In the most recent case reported to ISMP, a young patient received 4,500 mg of fluorouracil IV within 2 hours of starting the infusion, which was supposed to infuse over 46 hours. The patient received the fluorouracil via a new CADD ambulatory infusion pump, which had been programmed incorrectly, delivering the full 2-day course over 2 hours.

To prevent similar errors with fluorouracil, ISMP provided these recommendations:

#1. Standardize how key information is displayed on pharmacy labels. Ensure that the information needed to program an infusion pump, such as total volume, concentration and hourly rate of infusion, is prominently displayed in a standard and consistent way on pharmacy labels, sequentially matching the information that the nurse needs to enter into the infusion pump fields, ISMP wrote. Eliminate extraneous information, such as “mL per 24 hours”, and communicate infusion rates as an hourly rate only.
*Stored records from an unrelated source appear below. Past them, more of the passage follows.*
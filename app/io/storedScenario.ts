import type { Scenario, ScenarioPath } from '../../src/io/scenario';

const COLUMNS = ['t', 'x', 'y', 'z', 'vx', 'vy', 'vz', 'ax', 'ay', 'az'] as const;

/**
 * The document as kept in IndexedDB: sample columns as Float64Array, which the browser copies
 * in one block where a list of a million numbers is cloned number by number.
 */
export function packScenario(scenario: Scenario): unknown {
  return {
    ...scenario,
    charges: scenario.charges.map((charge) => ({
      ...charge,
      path: mapColumns(charge.path, (values) => Float64Array.from(values)),
    })),
  };
}

/** A stored document back as plain JSON-like data, ready for parseScenario to check. */
export function unpackScenario(stored: unknown): unknown {
  if (typeof stored !== 'object' || stored === null) return stored;
  const charges = (stored as { charges?: unknown }).charges;
  if (!Array.isArray(charges)) return stored;
  return {
    ...stored,
    charges: charges.map((charge) =>
      typeof charge === 'object' && charge !== null && 'path' in charge
        ? { ...charge, path: mapColumns(charge.path as ScenarioPath, toArray) }
        : charge,
    ),
  };
}

function toArray(values: ArrayLike<number>): number[] {
  return values instanceof Float64Array ? Array.from(values) : (values as number[]);
}

function mapColumns<T>(
  path: ScenarioPath,
  convert: (values: ArrayLike<number>) => T,
): ScenarioPath {
  if (typeof path !== 'object' || path === null || path.kind !== 'samples') return path;
  const out: Record<string, unknown> = { ...path };
  for (const name of COLUMNS) {
    const values = path[name] as ArrayLike<number> | undefined;
    if (values !== undefined) out[name] = convert(values);
  }
  return out as ScenarioPath;
}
#2Prescribers should order fluorouracil clearly in single daily doses (not course doses) with directions to infuse continuously over a specific number of days or hours.

#3Use pumps with safeguards. “Smart pumps for use in ambulatory care settings are available, and their use should be encouraged to maximize safety features such as dose alerts, dosing and flow rate limits, and operator feedback to allow detection of pump programming errors,” ISMP wrote. If possible, use only one type of ambulatory pump throughout the organization.

#4. Review the processes by which certification is granted to prescribers, pharmacists, and nurses who order, dispense, and administer fluorouracil and other chemotherapy. Make any changes necessary to ensure that staff exhibit and maintain an appropriate level of skills, knowledge, and abilities before working independently.

#5. Provide education and validate competency. Educate staff to program and connect ambulatory infusion pumps and elastomeric pumps that are used at the facility.

#6. Enhance independent double checks“Promote critical thinking during the preparation and checking of all chemotherapy. Develop a structured process for conducting and documenting independent double checks, after preparation and prior to administering fluorouracil (and all chemotherapy agents),” ISMP wrote. Design checklists to facilitate compliance with all the steps necessary in the checking process. Establish how verification can be accomplished if only one practitioner is on duty, or if home care nurses provide care in the oncology clinic or in the home.